Based on the plot, it appears the exponential model is a better fit to the empirical variogram.
pred.grid = expand.grid(seq(0, 800, l = 200), seq(0, 600, l = 200))
kcE = krige.conv(parana, loc = pred.grid, krige = krige.control(trend.d = "2nd",
trend.l = "2nd", obj.m = parana.modelE))
## krige.conv: results will be returned only for prediction locations inside the borders
## krige.conv: model with mean given by a 2nd order polynomial on the coordinates
## krige.conv: Kriging performed using global neighbourhood
kcS = krige.conv(parana, loc = pred.grid, krige = krige.control(trend.d = "2nd",
trend.l = "2nd", obj.m = parana.modelS))
## krige.conv: results will be returned only for prediction locations inside the borders
## krige.conv: model with mean given by a 2nd order polynomial on the coordinates
## krige.conv: Kriging performed using global neighbourhood
Having generated the Kriged surface, we now plot the surface.

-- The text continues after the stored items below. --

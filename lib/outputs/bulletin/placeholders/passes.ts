/**
 * Satellite passes (lib/models/satellite): the week's list, the brightest pass, its chart. Nights
 * the element sets do not reach say so in a sentence, never with a stale pass. Words from the catalogues (`pass.*`, lib/models/satellite/words.ts).
 */
import type { ElementContent, Properties } from 'hast';
import { wordsFor } from '../../../core/language/index.ts';
import { formatInstant, localDateOf } from '../../../core/time.ts';
import { brightestPass, recommendedPasses, type PassNight } from '../../../models/satellite/nights.ts';
import type { SatellitePass } from '../../../models/satellite/passes.ts';
import { maxAltitude, passWords } from '../../../models/satellite/words.ts';
import { passEvent } from '../../almanac/satellite-passes.ts';
import { chartPassOf, passAltSentence } from '../../chart/pass.ts';
import type { AttributeSpec } from '../attributes.ts';
import { el, exact, formatClock, formatDay } from '../format.ts';
import { CLOCK, NIGHT, classes, nightDate, noValue, type PlaceholderCall, type PlaceholderSpec } from './call.ts';

/** The nights a pass placeholder is about: the one given with `night=`, or the whole week. */
function passNightsOf(call: PlaceholderCall): PassNight[] {
  const nights = call.week.passNights();
  return call.given.has('night') ? [nights[call.night]!] : nights;
}

/** The pass phrases in the page's language. */
function wordsOf(call: PlaceholderCall): ReturnType<typeof passWords> {
  return passWords(wordsFor(call.site.locale));
}

/** How the nights of a pass placeholder are named in sentences. */
function passSpan(call: PlaceholderCall): string {
  return call.given.has('night') ? formatDay(nightDate(call), call.site, { weekday: 'long' }) : wordsOf(call).thisWeek;
}

/** Why the nights have no pass to show (a phrase): none followed, elements out of reach, or no bright pass. */
function noPassReason(call: PlaceholderCall, nights: readonly PassNight[]): { id: 'no-satellites' | 'unavailable' | 'none'; text: string } {
  const followed = call.week.satellites.length;
  const words = wordsOf(call);
  if (followed === 0) return { id: 'no-satellites', text: words.noSatellites };
  if (nights.every((n) => n.unavailable.length === followed)) return { id: 'unavailable', text: words.unavailable(passSpan(call)) };
  return { id: 'none', text: call.given.has('night') ? words.noneThisNight : words.noneThisWeek };
}

/** The sentence for nights the element sets (all, or some) do not reach when others are predicted; null when every night is. */
function partlyUnavailable(call: PlaceholderCall, nights: readonly PassNight[]): string | null {
  const followed = call.week.satellites.length;
  if (nights.every((n) => n.unavailable.length === 0) || nights.every((n) => n.unavailable.length === followed)) return null;
  // The element sets reach a run of nights, so the gaps are runs at the ends of the week: name each by its first and last night.
  const days = (ns: PassNight[]): string | null => {
    if (ns.length === 0) return null;
    const day = (n: PassNight): string => formatDay(n.date, call.site, { weekday: 'short' });
    return ns.length === 1 ? day(ns[0]!) : wordsOf(call).days(day(ns[0]!), day(ns[ns.length - 1]!));
  };
  return wordsOf(call).partly(days(nights.filter((n) => n.unavailable.length === followed)), days(nights.filter((n) => n.unavailable.length > 0 && n.unavailable.length < followed)));
}

/** A phrase as a sentence: capital first letter, full stop. */
function sentence(phrase: string): string {
  return phrase.charAt(0).toUpperCase() + phrase.slice(1) + (phrase.endsWith('.') ? '' : '.');
}

function passData(pass: SatellitePass): Properties {
  const seen = pass.visible!;
  return { dataSatellite: pass.satellite.id, dataMagnitude: exact(seen.best.magnitude!, 2), dataAltitudeDeg: exact(maxAltitude(pass), 2), dataElementAgeDays: exact(pass.elements.ageDays, 2) };
}

/** `::passes`: the passes to recommend, brightest first up to `limit`, listed in time order. */
function passList(call: PlaceholderCall): ElementContent {
  const nights = passNightsOf(call);
  const all = recommendedPasses(nights);
  const partly = partlyUnavailable(call, nights);
  const note = (text: string): ElementContent => el('p', { className: ['gl-passes-note'] }, text);
  if (all.length === 0) {
    const why = noPassReason(call, nights);
    return el('div', { ...classes(call, 'gl-none'), dataReason: why.id }, [el('p', {}, sentence(why.text)), ...(partly ? [note(partly)] : [])]);
  }
  const limit = call.attrs.get('limit') as number;
  const shown = [...all].sort((a, b) => a.visible!.best.magnitude! - b.visible!.best.magnitude!).slice(0, limit);
  const zone = call.site.timeZone;
  const items = all.filter((p) => shown.includes(p)).map((p) => {
    const event = passEvent(p, call.site);
    return el('li', passData(p), [
      el('time', { dateTime: formatInstant(p.visible!.start.time, zone) }, `${formatDay(localDateOf(p.visible!.start.time, zone), call.site, { weekday: 'short' })} ${formatClock(p.visible!.start.time, call.site, { precision: 'minute' })}`),
      { type: 'text', value: ' ' },
      el('span', { className: ['gl-event-text'] }, event.description),
    ]);
  });
  const more = all.length - shown.length;
  return el('div', { ...classes(call), dataCount: String(all.length) }, [el('ul', {}, items), ...(more > 0 ? [note(wordsOf(call).more(more))] : []), ...(partly ? [note(partly)] : [])]);
}

/** `:brightest-pass`: the brightest pass to recommend of the week (or night): its time, date, sentence, magnitude or satellite. */
function brightestPassOf(call: PlaceholderCall): ElementContent {
  const nights = passNightsOf(call);
  const pass = brightestPass(nights);
  if (!pass) {
    const why = noPassReason(call, nights);
    return noValue(call, why.text, { dataReason: why.id });
  }
  const zone = call.site.timeZone;
  const start = pass.visible!.start.time;
  const data = { ...classes(call), ...passData(pass) };
  switch (call.attrs.get('show')) {
    case 'date':
      return el('time', { ...data, dateTime: localDateOf(start, zone) }, formatDay(localDateOf(start, zone), call.site, { weekday: 'long' }));
    case 'sentence':
      return el('span', data, passEvent(pass, call.site).description);
    case 'magnitude':
      return el('data', { ...data, value: exact(pass.visible!.best.magnitude!, 2) }, wordsOf(call).magnitude(pass.visible!.best.magnitude!));
    case 'satellite':
      return el('span', data, pass.satellite.name);
    default:
      return el('time', { ...data, dateTime: formatInstant(start, zone) }, formatClock(start, call.site, { clock: call.clock, precision: 'minute' }));
  }
}

/** `::pass-chart`: the whole-sky chart of the brightest pass of the week (or night), with its track. */
function passChart(call: PlaceholderCall): ElementContent {
  const nights = passNightsOf(call);
  const pass = brightestPass(nights);
  if (!pass) {
    const why = noPassReason(call, nights);
    return el('p', { ...classes(call, 'gl-none'), dataReason: why.id }, wordsOf(call).noChart(why.text));
  }
  const output = call.charts;
  const drawn = chartPassOf(pass);
  const c = output.cache.get({ kind: 'sky', site: call.site, time: pass.visible!.best.time, options: { pass: drawn } });
  const caption = passAltSentence(drawn, call.site);
  return el('figure', { ...classes(call), dataChart: c.key, ...passData(pass) }, [
    el('img', { src: output.url(c.files.svg), width: c.width, height: c.height, loading: 'lazy', decoding: 'async', alt: c.alt }),
    el('figcaption', {}, caption),
  ]);
}

const PASS_NIGHT: AttributeSpec = { ...NIGHT, default: 'the whole week' };

export const PASS_PLACEHOLDERS: PlaceholderSpec[] = [
  {
    name: 'passes',
    form: 'block',
    summary: 'satellite passes to look for this week (or night): seen with the naked eye for at least a minute, brightest first up to the limit, listed in time order with where each appears and disappears; a sentence when the orbital elements do not reach the week',
    attributes: { night: PASS_NIGHT, limit: { type: { kind: 'integer', min: 1, max: 50 }, default: '8', doc: 'at most this many (the brightest)' } },
    example: '::passes',
    render: passList,
  },
  {
    name: 'brightest-pass',
    form: 'inline',
    slot: true,
    summary: 'the brightest satellite pass to look for this week (or night): when it appears, its date, the sentence, its magnitude or the satellite',
    attributes: { night: PASS_NIGHT, show: { type: { kind: 'choice', values: ['time', 'date', 'sentence', 'magnitude', 'satellite'] }, default: 'time', doc: 'what to show' }, clock: CLOCK },
    example: ':brightest-pass{show=date}',
    render: brightestPassOf,
  },
  {
    name: 'pass-chart',
    form: 'block',
    summary: 'a whole-sky chart of the brightest satellite pass of the week (or night) at its best moment: the track, where it appears and disappears, the way it moves',
    attributes: { night: PASS_NIGHT },
    example: '::pass-chart',
    render: passChart,
  },
];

image(kcE, col = rev(heat.colors(20)), ylab = "", xlab = "")
title(main = "Exponential Model w/ Non-Zero Nugget")
map("state", add = TRUE, col = "grey")
## Error: could not find function "map"
contour(kcE, add = TRUE, nlevel = 20)
image(kcS, col = rev(heat.colors(20)), ylab = "", xlab = "")
title(main = "Spherical Model w/ Non-Zero Nugget")
map("state", add = TRUE, col = "grey")
## Error: could not find function "map"
contour(kcS, add = TRUE, nlevel = 20)
The spherical model is smoother than the exponential model, which seems to better capture some of the local variability. Overall, the two models behave quite similarly.
xv = xvalid(parana, model = parana.modelE)
## xvalid: number of data locations = 143
## xvalid: number of validation locations = 143
## xvalid: performing cross-validation at location ... 1, 2, 3, 4, 5, 6, 7, 8, 9, 10, 11, 12, 13, 14, 15, 16, 17, 18, 19, 20, 21, 22, 23, 24, 25, 26, 27, 28, 29, 30, 31, 32, 33, 34, 35, 36, 37, 38, 39, 40, 41, 42, 43, 44, 45, 46, 47, 48, 49, 50, 51, 52, 53, 54, 55, 56, 57, 58, 59, 60, 61, 62, 63, 64, 65, 66, 67, 68, 69, 70, 71, 72, 73, 74, 75, 76, 77, 78, 79, 80, 81, 82, 83, 84, 85, 86, 87, 88, 89, 90, 91, 92, 93, 94, 95, 96, 97, 98, 99, 100, 101, 102, 103, 104, 105, 106, 107, 108, 109, 110, 111, 112, 113, 114, 115, 116, 117, 118, 119, 120, 121, 122, 123, 124, 125, 126, 127, 128, 129, 130, 131, 132, 133, 134, 135, 136, 137, 138, 139, 140, 141, 142, 143,
## xvalid: end of cross-validation
df = data.frame(x = xv$data, y = xv$predicted)
ggplot(df, aes(x, y)) + geom_point() + geom_abline(intercept = 0, slope = 1) +
geom_smooth(method = lm, color = "red")
mean(xv$error^2)
## [1] 536.8
mean(abs(xv$error))
## [1] 17.9
Validating the exponential model, the absolute mean error in predicted Parana winter rainfall across all reporting stations is about 17mm. There does not appear to be any bias in the residuals, so the model does appear to be well-fitted.